Baldonado argued that her experts, Dr. Matthew Hollon and Dr. Adriane Fugh-Berman, "will serve to educate the jury on the nature and purpose of the marketing materials seen by Mrs. Baldonado and her physicians ... provid[ing] context for Wyeth's breach of its duty to the physicians and patients."

U.S. District Judge Amy St. Eve agreed last week that the experts should not offer narrative histories about Wyeth's promotion of hormone therapy over the last 60 years.

"Even if the expert may have relied upon his or her expertise to 'wade through the multitude of possibly relevant documents,' the 'vast majority' of the experts' proffered narratives amount to a summary and statement of the experts' 'advocacy-based interpretation of documents in the record concerning' HT marketing practices," St. Eve wrote, quoting precedent.

She also barred Hollon from testifying about the Wyeth's state of mind.

"Nothing in plaintiff's brief or the record suggests that Dr. Hollon has personal knowledge of the internal motivation for any of defendant's actions, and furthermore, the jury is fully capable of considering the issue of intent based on the evidence presented at trial," she wrote.
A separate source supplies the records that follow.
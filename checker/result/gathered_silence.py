"""Bring together what makes the checks say less: rules, limit sets, waivers, facts, exemptions."""

from __future__ import annotations

from collections.abc import Iterator, Sequence

from checker.result.claims import Claim
from checker.result.compare_places import bare
from checker.result.comparison import FactChange, FindingKind, LimitMove, Silenced, SilencedKind
from checker.result.gather import natural
from checker.result.moved_by_limits import ByLimits
from checker.result.side import Side
from checker.result.subject_change import Change

_Key = tuple[SilencedKind, str, str, str, str, FactChange | None]
_Row = tuple[_Key, str, tuple[str, str] | None]
"""What is silenced, the subject, and what it hides."""


def silenced_changes(
    changes: Sequence[Change], base: Side, moves: Sequence[LimitMove], by_limits: ByLimits
) -> tuple[Silenced, ...]:
    """Return what makes the checks say less, each once with all subjects, in the order of its kind.

    A waiver that accepts what changed limits have made a finding is told with the limits.
    """
    lowered = {move.what for move in moves}
    known_waivers = {waived.waiver for subject in base.subjects for waived in subject.accepted.values()}
    groups: dict[_Key, tuple[dict[str, None], dict[tuple[str, str], None]]] = {}
    for move in moves:
        if move.is_loosened:
            groups[SilencedKind.RULE, move.what, move.old, move.new, move.reason, None] = ({}, {})
    for change in changes:
        for key, subject, hides in (
            *_waived(change, known_waivers, by_limits),
            *_of_boat(change),
            *_levels(change, lowered),
        ):
            on, hidden = groups.setdefault(key, ({}, {}))
            on[subject] = None
            if hides:
                hidden[hides] = None
    kinds = list(SilencedKind)
    found = [
        Silenced(
            kind,
            where,
            old,
            new,
            reason,
            tuple(on),
            fact,
            tuple(sorted(hidden, key=lambda pair: (pair[0], natural(pair[1])))),
        )
        for (kind, where, old, new, reason, fact), (on, hidden) in groups.items()
    ]
    return tuple(sorted(found, key=lambda one: (kinds.index(one.kind), natural(one.where), one.old, one.new)))


def _waived(change: Change, known: set[str], by_limits: ByLimits) -> Iterator[_Row]:
    for match in change.matches:
        if by_limits.has_finding(change.subject.id, match):
            continue
        if match.kind is not FindingKind.ACCEPTED or match.after is None or match.after.waived is None:
            continue
        waived, found = match.after.waived, match.after.found
        old = match.before.waived if match.before else None
        kind = SilencedKind.WAIVER_WIDENED if waived.waiver in known else SilencedKind.WAIVER_ADDED
        if old is not None:
            kind = SilencedKind.WAIVER_EXTENDED
        key = (kind, waived.waiver, old.expires if old else "", waived.expires, waived.reason, None)
        yield key, change.subject.id, (found.check, found.part)


def _levels(change: Change, told: set[str]) -> Iterator[_Row]:
    """Yield findings that are told at a lower level, where no rule of the yard says so already."""
    for match in change.matches:
        if match.kind is FindingKind.LOWERED and match.after is not None:
            found = match.after.found
            if f"level of {found.check}" not in told:
                key = (SilencedKind.LEVEL, found.check, match.was.removeprefix("was a "), found.level, "", None)
                yield key, change.subject.id, (found.check, found.part)


def _of_boat(change: Change) -> Iterator[_Row]:
    """Yield what the boat's own data says: limit sets, claims with what they hide, and other exemptions."""
    subject = change.subject.id
    for name in change.dropped_sets:
        yield (SilencedKind.LIMIT_SET, name, "", "", "", None), subject, None
    hidden = {(bare(key.part), key.check): note for key, note in change.places.exempt.items()}
    for match in change.matches:
        about = match.before.found.about if match.before is not None and change.is_silenced(match) else None
        if about is not None and (about in change.notes or about in change.unasked):
            hidden[about[2], about[0]] = change.notes.get(about, "nothing looks there any more")
    hidden |= {(bare(key.part), key.check): "" for key in change.places.lost if any(c.is_wide for c in change.claims)}
    for claim in sorted(change.claims, key=lambda claim: claim.is_wide):
        where = f"{claim.where.kind} {claim.where.id}".strip()
        key = (SilencedKind.FACT, where, "", "", claim.reason, claim.fact)
        mine = [pair for pair in hidden if _concerns(claim, pair[0], change)]
        yield key, subject, None
        for part, check in mine:
            del hidden[part, check]
            yield key, subject, (check, part)
    for (part, check), note in ((pair, note) for pair, note in hidden.items() if note):
        yield (SilencedKind.EXEMPTION, check, "", note, "", None), subject, (check, part)


def _concerns(claim: Claim, part: str, change: Change) -> bool:
    """Tell whether a claim is what frees a part."""
    name, head = claim.where.id, part.partition(" ")[0]
    if claim.where.kind == "zone":
        zones = change.aboard.zones.get(head, "") if change.aboard else ""
        return head == name or name in zones.split(", ")
    return head == name or claim.is_wide or (claim.where.kind == "circuit" and part.startswith(f"{name}."))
Since Hollon conducted their own investigation of Wyeth's marketing practices, and did not just rely on Baldonado's attorneys for documentation, however, the court declined to take issue with his reliability.

"Although the pre-trial record contains some evidence of reliance on marketing materials, a ruling on the relevance of the proffered testimony to the negligence or punitive damages claims is premature," St. Eve wrote.

"If plaintiff seeks to offer expert testimony on defendant's marketing practices, plaintiff must first introduce evidence that is 'sufficient to support a finding' that the testimony relates to the underlying facts of this case," she added.

Baldonado must submit a statement of the specific expert opinions she intends to present at trial by the end of May.

Hollon, a physician at the University of Washington in Seattle, has published extensively about pharmaceutical marketing, and consulted on the topic for the Canadian government.

Fugh-Berman teaches physiology and biophysics at Georgetown University Medical Center. She describes her publishing history as having focused on "on the culture of gynecology and the effect of drug company promotion on prescribing habits."